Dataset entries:
/* cmd_plan.c: `twistfit plan MODEL --count N`: choose the poses of a
 * measuring day from a candidate pool (drawn within the limits, or a file
 * of reachable poses) under the instrument's constraints, ordered for
 * travel, with the assessment of the chosen set. */
#define _GNU_SOURCE
#include "config.h"
#include "plan_cli.h"

#include <getopt.h>
#include <math.h>
#include <stdlib.h>
#include <string.h>

static const char plan_help[] =
  "Usage: twistfit plan [OPTIONS] MODEL --count N --sigma X [-o POSES.csv]\n"
  "\n"
  "Choose N poses from a candidate pool that maximise a criterion: by default\n"
  "the smallest RMS predicted position uncertainty over the workspace; D-optimal\n"
  "or the noise amplification index O4 on request. Greedy build-up, then\n"
  "exchange excursions (DETMAX). Candidates are drawn within the limits (seeded)\n"
  "or read from a joints file of poses known to be reachable, and must satisfy\n"
  "the constraints: the instrument's range, the targets' acceptance cone and\n"
  "joint-space keep-out boxes. The poses are written as a joints file in the\n"
  "controller's units (twistfit-data(5)), ordered to shorten the travel; the\n"
  "assessment of the chosen set (as twistfit assess gives it) is the report.\n"
  "Lengths in MODEL's length unit, angles in its angle unit. The same seed gives\n"
  "the same poses.\n"
  "\n"
  "Options:\n"
  "      --count N           poses to choose (required)\n"
  "  -o, --output FILE       the poses (default: standard output, the report then\n"
  "                          goes to standard error)\n"
  "      --criterion C       workspace (default), d or o4\n"
  "      --candidates N      candidates drawn within the limits (default 5000) ...\n"
  "      --pool FILE         ... or the poses of a joints file\n"
  "      --limit-margin F    fraction of each joint's travel kept clear when drawing\n"
  "                          (default 0.05)\n"
  "      --instrument [NAME=]X,Y,Z  the instrument's position in the robot base frame;\n"
  "                          repeat for several stations: each pose is measured from\n"
  "                          the first that sees it (the output gets a station column)\n"
  "      --range-min X       the nearest a target may be to it (default 0)\n"
  "      --range-max X       the farthest (default: no limit)\n"
  "      --acceptance A      half-angle of the targets' acceptance cone (default: none)\n"
  "      --target-axis X,Y,Z the direction the targets face, flange frame (default 0,0,1)\n"
  "      --keep-out J=LO:HI[,J=LO:HI...]  a joint-space box no pose may enter (joints\n"
  "                          not named are not constrained); repeat for more boxes\n"
  "      --excursions N      exchange excursions (default 60)\n"
  PCLI_MEASURE_HELP
  "      --length-unit U     unit of prismatic joints in --pool and the output\n"
  "                          (default: the pool's declaration, else MODEL's)\n"
  "      --angle-unit U      unit of revolute joints in --pool and the output\n"
  "  -f, --force             replace output files that exist\n"
  CLI_URDF_HELP
  "  -h, --help              show this help\n";
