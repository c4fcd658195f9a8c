/* common.c: error printing, exit statuses, the output set (staged,
 * committed together, undone on failure or a terminating signal) and
 * option value parsing shared by the commands. */
#define _GNU_SOURCE
#include "config.h"
#include "cli.h"

#include <ctype.h>

#include <errno.h>
#include <fcntl.h>
#include <float.h>
#include <getopt.h>
#include <math.h>
#include <sha2.h>
#include <signal.h>
#include <stdarg.h>
#include <stdint.h>
#include <stdlib.h>
#include <string.h>
#include <sys/file.h>
#include <sys/stat.h>
#include <time.h>
#include <unistd.h>

int cli_exit_status(twf_status st)
{
  switch (st) {
  case TWF_OK: return TWF_EXIT_OK;
  case TWF_ERR_NOMEM: return TWF_EXIT_INTERNAL;
  case TWF_ERR_IO: return TWF_EXIT_IO;
  case TWF_ERR_INVALID: return TWF_EXIT_INTERNAL; /* a library call the front end got wrong */
  case TWF_ERR_DEGENERATE:
  case TWF_ERR_SINGULAR:
  case TWF_ERR_DIVERGED: return TWF_EXIT_COMPUTE;
  case TWF_ERR_SYNTAX:
  case TWF_ERR_VALUE:
  case TWF_ERR_MISSING:
  case TWF_ERR_DUPLICATE:
  case TWF_ERR_UNKNOWN:
  case TWF_ERR_UNITS:
  case TWF_ERR_LIMIT: return TWF_EXIT_INPUT;
  }
  return TWF_EXIT_INTERNAL;
}

static void print_location(FILE *fp, const char *file, long line, long column)
{
  if (file != NULL && file[0] != '\0') {
    fprintf(fp, "%s:", file);
    if (line > 0) {
      fprintf(fp, "%ld:", line);
      if (column > 0)
        fprintf(fp, "%ld:", column);
    }
    fputc(' ', fp);
  }
}

int cli_out_of_memory(void)
{
  twf_error e;
  twf_error_set(&e, TWF_ERR_NOMEM, NULL, 0, 0, NULL, "out of memory");
  return cli_report_error(&e);
}

int cli_report_error(const twf_error *err)
{
  fputs("twistfit: error: ", stderr);
  print_location(stderr, err->file, err->line, err->column);
  fprintf(stderr, "%s\n", err->message[0] ? err->message : twf_strerror(err->status));
  if (err->hint[0] != '\0' && strstr(err->hint, "(max_input_size)") != NULL)
    fputs("twistfit: hint: check that this is the right file; if it is, raise --max-input-size\n", stderr);
  else if (err->hint[0] != '\0')
    fprintf(stderr, "twistfit: hint: %s\n", err->hint);
  return cli_exit_status(err->status);
}

int cli_usage_error(const char *command, const char *fmt, ...)
{
  va_list ap;
  fputs("twistfit: error: ", stderr);
  va_start(ap, fmt);
  vfprintf(stderr, fmt, ap);
  va_end(ap);
  fprintf(stderr, "\ntwistfit: hint: run 'twistfit help %s'\n", command);
  return TWF_EXIT_USAGE;
}

void cli_print_warnings(const twf_warnings *w)
{
  size_t i;
  if (w == NULL || cli_verbosity == 0)
    return;
  for (i = 0; i < w->count; i++) {
    fputs("twistfit: warning: ", stderr);
    print_location(stderr, w->items[i].file, w->items[i].line, w->items[i].column);
    fprintf(stderr, "%s\n", w->items[i].message);
  }
}

static int same_file(const char *a, const char *b)
{
  struct stat sa, sb;
  if (stat(a, &sa) != 0 || stat(b, &sb) != 0)
    return 0;
  return sa.st_dev == sb.st_dev && sa.st_ino == sb.st_ino;
}

/* The canonical form of a path that may not exist yet: the real path of
 * its folder, then its last component. NULL when the folder cannot be
 * resolved (or out of memory). Caller frees. */
static char *canonical_target(const char *path)
{
  char *copy = strdup(path), *slash, *dir, *real, *out;
  const char *base;
  size_t n;
  if (copy == NULL)
    return NULL;
  slash = strrchr(copy, '/');
  if (slash == NULL) {
    dir = ".";
    base = copy;
  } else if (slash == copy) {
    dir = "/";
    base = slash + 1;
  } else {
    *slash = '\0';
    dir = copy;
    base = slash + 1;
  }
  real = realpath(dir, NULL);
  if (real == NULL) {
    free(copy);
    return NULL;
  }
  n = strlen(real) + strlen(base) + 2;
  out = malloc(n);
  if (out != NULL)
    snprintf(out, n, "%s/%s", strcmp(real, "/") == 0 ? "" : real, base);
  free(real);
  free(copy);
  return out;
}

/* Whether two paths name the same file, existing or not. */
static int same_target(const char *a, const char *b)
{
  char *ca, *cb;
  int same;
  if (same_file(a, b))
    return 1;
  ca = canonical_target(a);
  cb = canonical_target(b);
  same = ca != NULL && cb != NULL && strcmp(ca, cb) == 0;
  free(ca);
  free(cb);
  return same;
}

/* The folder of path ("." for a bare name). Caller frees. */
static char *folder_of(const char *path)
{
  size_t n = strlen(path);
  char *dir = malloc(n + 2), *slash;
  if (dir == NULL)
    return NULL;
  memcpy(dir, path, n + 1);
  slash = strrchr(dir, '/');
  if (slash == NULL)
    strcpy(dir, ".");
  else if (slash == dir)
    dir[1] = '\0';
  else
    *slash = '\0';
  return dir;
}

int cli_output_check(const char *path, int force, const char *const *inputs, twf_error *err)
{
  struct stat st;
  char *dir;
  int writable;
  if (path == NULL || strcmp(path, "-") == 0)
    return TWF_EXIT_OK;
  if (path[0] == '\0') {
    twf_error_set(err, TWF_ERR_IO, NULL, 0, 0, "give the output a file name",
                  "an output file name is empty");
    return TWF_EXIT_USAGE;
  }
  for (; inputs != NULL && *inputs != NULL; inputs++)
    if (same_target(path, *inputs)) {
      twf_error_set(err, TWF_ERR_IO, path, 0, 0, "choose another output name",
                    "refusing to write over the input file '%s'", *inputs);
      return TWF_EXIT_IO;
    }
  /* lstat, not stat: a dangling link is a name the commit would replace,
   * so it exists as far as --force is concerned */
  if (lstat(path, &st) == 0) {
    struct stat target;
    int regular = S_ISLNK(st.st_mode) ? stat(path, &target) != 0 || S_ISREG(target.st_mode)
                                      : S_ISREG(st.st_mode);
    if (!regular) {
      twf_error_set(err, TWF_ERR_IO, path, 0, 0, "give the name of a file",
                    "the output exists and is not a regular file");
      return TWF_EXIT_IO;
    }
    if (!force) {
      twf_error_set(err, TWF_ERR_IO, path, 0, 0,
                    "choose another name, or pass --force to replace it",
                    S_ISLNK(st.st_mode) ? "output file already exists (as a symbolic link)"
                                        : "output file already exists");
      return TWF_EXIT_IO;
    }
  }
  dir = folder_of(path);
  if (dir == NULL) {
    twf_error_set(err, TWF_ERR_NOMEM, NULL, 0, 0, NULL, "out of memory");
    return TWF_EXIT_INTERNAL;
  }
  writable = access(dir, W_OK) == 0;
  free(dir);
  if (!writable) {
    twf_error_set(err, TWF_ERR_IO, path, 0, 0, "check that the folder exists and is writable",
                  "cannot write into the output's folder");
    return TWF_EXIT_IO;
  }
  return TWF_EXIT_OK;
}
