/* The station column: written, read back (names in order of first
 * appearance, each pose's station), and its refusals. */
START_TEST(test_station_column)
{
  twf_model *m = test_arm_model(ARM_TF6S);
  twf_campaign *c;
  twf_error err;
  pair s;
  size_t k;
  FILE *fp;
  twf_test_tmpdir_make("station");
  make_pair(&s, ARM_TF6S, 6, 0.0, 45);
  fp = fopen(twf_test_tmppath("two.csv"), "w");
  ck_assert_int_eq(twf_campaign_write(s.two, s.truth, TWF_LENGTH_MM, TWF_ANGLE_DEG, fp, &err), TWF_OK);
  fclose(fp);
  c = twf_campaign_read(twf_test_tmppath("two.csv"), m, NULL, NULL, &err);
  ck_assert_msg(c != NULL, "%s", err.message);
  ck_assert_uint_eq(c->n_stations, 2);
  ck_assert_str_eq(c->station_names[0], "east");
  ck_assert_str_eq(c->station_names[1], "west");
  for (k = 0; k < c->n_poses; k++)
    ck_assert_uint_eq(twf_campaign_pose_station(c, k), k % 2);
  twf_campaign_free(c);
  /* a campaign without the column has one station */
  fp = fopen(twf_test_tmppath("one.csv"), "w");
  ck_assert_int_eq(twf_campaign_write(s.one, s.truth, TWF_LENGTH_MM, TWF_ANGLE_DEG, fp, &err), TWF_OK);
  fclose(fp);
  c = twf_campaign_read(twf_test_tmppath("one.csv"), m, NULL, NULL, &err);
  ck_assert_ptr_nonnull(c);
  ck_assert_uint_eq(c->n_stations, 0);
  ck_assert_uint_eq(twf_campaign_station_count(c), 1);
  twf_campaign_free(c);
  {
    static const char *const bad[][3] = {
      { "pose,target,j1,j2,j3,j4,j5,j6,x,y,z,station\nP1,T1,0,0,0,0,0,0,1,2,3,east side\n",
        "not valid", "4" },
      { "pose,target,j1,j2,j3,j4,j5,j6,x,y,z,station\nP1,T1,0,0,0,0,0,0,1,2,3,\n", "empty", "3" },
      { "pose,target,j1,j2,j3,j4,j5,j6,x,y,z,station\nP1,T1,0,0,0,0,0,0,1,2,3,east\n"
        "P1,T2,0,0,0,0,0,0,1,2,3,west\n", "another station", "4" },
      { "pose,target,j1,j2,j3,j4,j5,j6,x,y,z,station\nP1,T1,0,0,0,0,0,0,1,2,3,-east\n",
        "not valid", "4" },
    };
    for (k = 0; k < sizeof bad / sizeof bad[0]; k++) {
      twf_test_write_file(twf_test_tmppath("bad.csv"), bad[k][0]);
      c = twf_campaign_read(twf_test_tmppath("bad.csv"), m, NULL, NULL, &err);
      ck_assert_ptr_null(c);
      ck_assert_msg(strstr(err.message, bad[k][1]) != NULL, "case %zu: %s", k, err.message);
      ck_assert_int_eq((int)err.status, atoi(bad[k][2]) == 4 ? TWF_ERR_VALUE : TWF_ERR_MISSING);
      ck_assert_int_eq(err.column, 12);
    }
  }
  /* the two-file form: the station in the joints file, a pose without
   * points left out with its station */
  twf_test_write_file(twf_test_tmppath("j.csv"), "pose,j1,j2,j3,j4,j5,j6,station\n"
                                                 "a,1,2,3,4,5,6,east\nb,1,2,3,4,5,7,west\n"
                                                 "c,1,2,3,4,5,8,south\n");
  twf_test_write_file(twf_test_tmppath("p.csv"), "pose,target,x,y,z\na,T1,1,2,3\nc,T1,1,2,3\n");
  c = twf_campaign_read_pair(twf_test_tmppath("j.csv"), twf_test_tmppath("p.csv"), m, NULL, NULL, &err);
  ck_assert_msg(c != NULL, "%s", err.message);
  ck_assert_uint_eq(c->n_poses, 2);
  ck_assert_uint_eq(c->n_stations, 3);
  ck_assert_str_eq(c->pose_ids[1], "c");
  ck_assert_str_eq(c->station_names[twf_campaign_pose_station(c, 1)], "south");
  twf_campaign_free(c);
  pair_free(&s);
  twf_model_free(m);
  twf_test_tmpdir_remove();
}
END_TEST

/* plan with two instrument positions on opposite sides: every chosen pose
 * is seen (range and acceptance cone, recomputed here from the forward
 * kinematics) by the station it is assigned to, and by no station listed
 * before it; poses come grouped by station; both stations get poses, and
 * a candidate neither sees is refused. */
START_TEST(test_plan_two_instruments)
{
  twf_model *m = test_arm_model(ARM_TF6S);
  twf_plan_options o = twf_plan_default_options();
  twf_plan_result *r = NULL;
  twf_error err;
  const double pos[6] = { 2.5, 0.3, 0.8, -2.5, -0.3, 0.8 };
  const double acc = 60.0 * 3.14159265358979323846 / 180.0;
  size_t i, k, count[2] = { 0, 0 };
  o.count = 24;
  o.n_candidates = 3000;
  o.excursions = 10;
  o.assess.workspace.n_configs = 200;
  o.n_instruments = 2;
  o.instruments = pos;
  o.range_min = 1.0;
  o.range_max = 3.4;
  o.acceptance_rad = acc;
  ck_assert_msg(twf_plan(m, &o, &r, NULL, &err) == TWF_OK, "%s", err.message);
  ck_assert_ptr_nonnull(r->station);
  for (i = 0; i < r->n; i++) {
    const double *q = r->q + i * 6;
    twf_pose F;
    size_t s, sta = r->station[i];
    ck_assert_uint_lt(sta, 2);
    if (i > 0)
      ck_assert_uint_ge(sta, r->station[i - 1]);
    count[sta]++;
    ck_assert_int_eq(twf_plan_pose_check(m, &o, q), 0);
    ck_assert_int_eq(twf_plan_pose_station(m, &o, q), (long)sta);
    twf_model_fk(m, q, NULL, &F);
    for (s = 0; s <= sta; s++) {
      int sees = 1;
      for (k = 0; k < m->n_targets; k++) {
        double y[3], d[3], dist, zf[3];
        int a;
        twf_pose_apply(&F, m->targets[k].offset, y);
        for (a = 0; a < 3; a++)
          d[a] = pos[3 * s + (size_t)a] - y[a];
        dist = sqrt(d[0] * d[0] + d[1] * d[1] + d[2] * d[2]);
        for (a = 0; a < 3; a++)
          zf[a] = F.R[a][2];
        if (dist < o.range_min || dist > o.range_max ||
            (zf[0] * d[0] + zf[1] * d[1] + zf[2] * d[2]) / dist < cos(acc) - 1e-12)
          sees = 0;
      }
      ck_assert_int_eq(sees, s == sta);
    }
  }
  ck_assert_msg(count[0] > 0 && count[1] > 0, "stations got %zu and %zu poses", count[0], count[1]);
  ck_assert(r->n_rejected[2] + r->n_rejected[3] > 0);
  twf_plan_result_free(r);
  twf_model_free(m);
}
END_TEST

/* The bootstrap of a two-station calibration: every refit keeps both
 * stations (the draw is stratified by station), so none is refused, and
 * each station's base parameters get a spread that agrees with the
 * predicted standard deviation within the factor 2 of the warning (our
 * bound, as the warning's). */
START_TEST(test_resample_two_stations)
{
  const double sigma = 2e-5;
  twf_calib_options co = twf_calib_default_options();
  twf_calib_result *r = NULL;
  twf_resample_result *rs = NULL;
  twf_error err;
  pair s;
  size_t k, n_base = 0;
  make_pair(&s, ARM_TF6S, 60, sigma, 46);
  co.sigma_length = sigma;
  co.threads = 2;
  ck_assert_int_eq(twf_calibrate(s.nominal, s.two, &co, &r, NULL, &err), TWF_OK);
  ck_assert_msg(twf_calibrate_resample(s.nominal, s.two, &co, r, 24, 5, &rs, NULL, &err) == TWF_OK, "%s",
                err.message);
  ck_assert_uint_eq(rs->n_ok, 24);
  for (k = 0; k < r->n_params; k++)
    if (r->params[k].param.group == TWF_GROUP_BASE && r->params[k].status == TWF_PARAM_KEPT) {
      ck_assert_msg(rs->params[k].ratio > 0.5 && rs->params[k].ratio < 2.0, "%s: ratio %.3g",
                    r->params[k].param.name, rs->params[k].ratio);
      n_base++;
    }
  ck_assert_uint_ge(n_base, 7);
  twf_resample_result_free(rs);
  twf_calib_result_free(r);
  pair_free(&s);
}
END_TEST

int main(void)
{
  Suite *s = suite_create("station");
  TCase *tc = tcase_create("station");
  tcase_set_timeout(tc, 120);
  tcase_add_test(tc, test_two_stations_same_arm_tf6s);
  tcase_add_test(tc, test_two_stations_same_arm_tf7);
  tcase_add_test(tc, test_registration_per_station);
  tcase_add_test(tc, test_station_of_one_pose);
  tcase_add_test(tc, test_base_file_round_trip);
  tcase_add_test(tc, test_station_column);
  tcase_add_test(tc, test_plan_two_instruments);
  tcase_add_test(tc, test_resample_two_stations);
  suite_add_tcase(s, tc);
  return twf_test_run(s);
}
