/* The JSON report of a comparison (caller owns it). */
static json_t *compare_json(const compare_view *v)
{
  const cli_units *u = v->u;
  json_t *root;
  size_t k;
  int i;
  json_t *pts = json_object(), *tols = json_object(), *wj = json_array();
  char id[TWF_NAME_MAX];
  size_t j, wc = v->res->worst_config;
  root = json_object();
  json_object_set_new(root, "tool", json_pack("{s:s, s:s}", "name", "twistfit", "version", twf_version()));
  json_object_set_new(root, "command", json_string("compare"));
  json_object_set_new(root, "units", json_pack("{s:s, s:s}", "length", u->length, "angle", u->angle));
  json_object_set_new(root, "models", json_pack("{s:s, s:s}", "a", v->inputs[0], "b", v->inputs[1]));
  json_object_set_new(root, "configurations",
                      v->joints != NULL
                          ? json_pack("{s:s, s:s, s:I}", "source", "joints", "file", v->joints_path, "count",
                                      (json_int_t)v->n_cfg)
                          : json_pack("{s:s, s:I, s:I}", "source", "random", "seed", (json_int_t)v->seed, "count",
                                      (json_int_t)v->n_cfg));
  json_object_set_new(root, "alignment",
                      json_pack("{s:b, s:o}", "aligned", v->res->aligned, "b_to_a", cli_json_pose(&v->res->b_to_a, u)));
  for (k = 0; k < v->res->n_points; k++)
    json_object_set_new(pts, point_name(v->res, v->a, k), cli_json_stats(&v->res->point_position[k], u->length_si));
  json_object_set_new(root, "position", cli_json_stats(&v->res->position, u->length_si));
  json_object_set_new(root, "points", pts);
  json_object_set_new(root, "orientation", cli_json_stats(&v->res->angle, u->angle_si));
  for (j = 0; j < v->a->n_joints; j++)
    json_array_append_new(
        wj, cli_json_number(v->q[wc * v->a->n_joints + j] /
                            (v->a->joints[j].type == TWF_JOINT_PRISMATIC ? u->length_si : u->angle_si)));
  config_id(v->joints, wc, id, sizeof id);
  json_object_set_new(root, "worst",
                      json_pack("{s:s, s:I, s:s, s:o, s:o, s:o}", "configuration", id, "index", (json_int_t)wc,
                                "point", point_name(v->res, v->a, v->res->worst_point), "distance",
                                cli_json_number(v->res->position.max / u->length_si), "angle",
                                cli_json_number(v->res->worst_angle_rad / u->angle_si), "joints", wj));
  {
    cli_links_table lt = links_table(v->links, v->ldiff, v->a, u);
    json_t *lj = cli_links_json(&lt);
    json_object_set_new(lj, "forms_from", json_string("a"));
    json_object_set_new(root, "links", lj);
  }
  for (i = 0; i < 3; i++)
    if (v->tol[i].limit > 0)
      json_object_set_new(tols, v->tol[i].name,
                          json_pack("{s:o, s:o, s:b}", "limit",
                                    cli_json_number(v->tol[i].limit / (v->tol[i].is_angle ? u->angle_si : u->length_si)),
                                    "value",
                                    cli_json_number(v->tol[i].value / (v->tol[i].is_angle ? u->angle_si : u->length_si)),
                                    "pass", v->tol[i].value <= v->tol[i].limit));
  json_object_set_new(root, "acceptance",
                      json_pack("{s:o, s:s}", "tolerances", tols, "verdict",
                                json_object_size(tols) == 0 ? "none"
                                : v->rejected ? "rejected" : "accepted"));
  return root;
}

EXERCISE AIM. Take the entries above and return only the lines from the one with "get poses, and" to the one with "const double pos[6]", both included, unchanged.

WORKED SOLUTION.
 * before it; poses come grouped by station; both stations get poses, and
 * a candidate neither sees is refused. */
START_TEST(test_plan_two_instruments)
{
  twf_model *m = test_arm_model(ARM_TF6S);
  twf_plan_options o = twf_plan_default_options();
  twf_plan_result *r = NULL;
  twf_error err;
  const double pos[6] = { 2.5, 0.3, 0.8, -2.5, -0.3, 0.8 };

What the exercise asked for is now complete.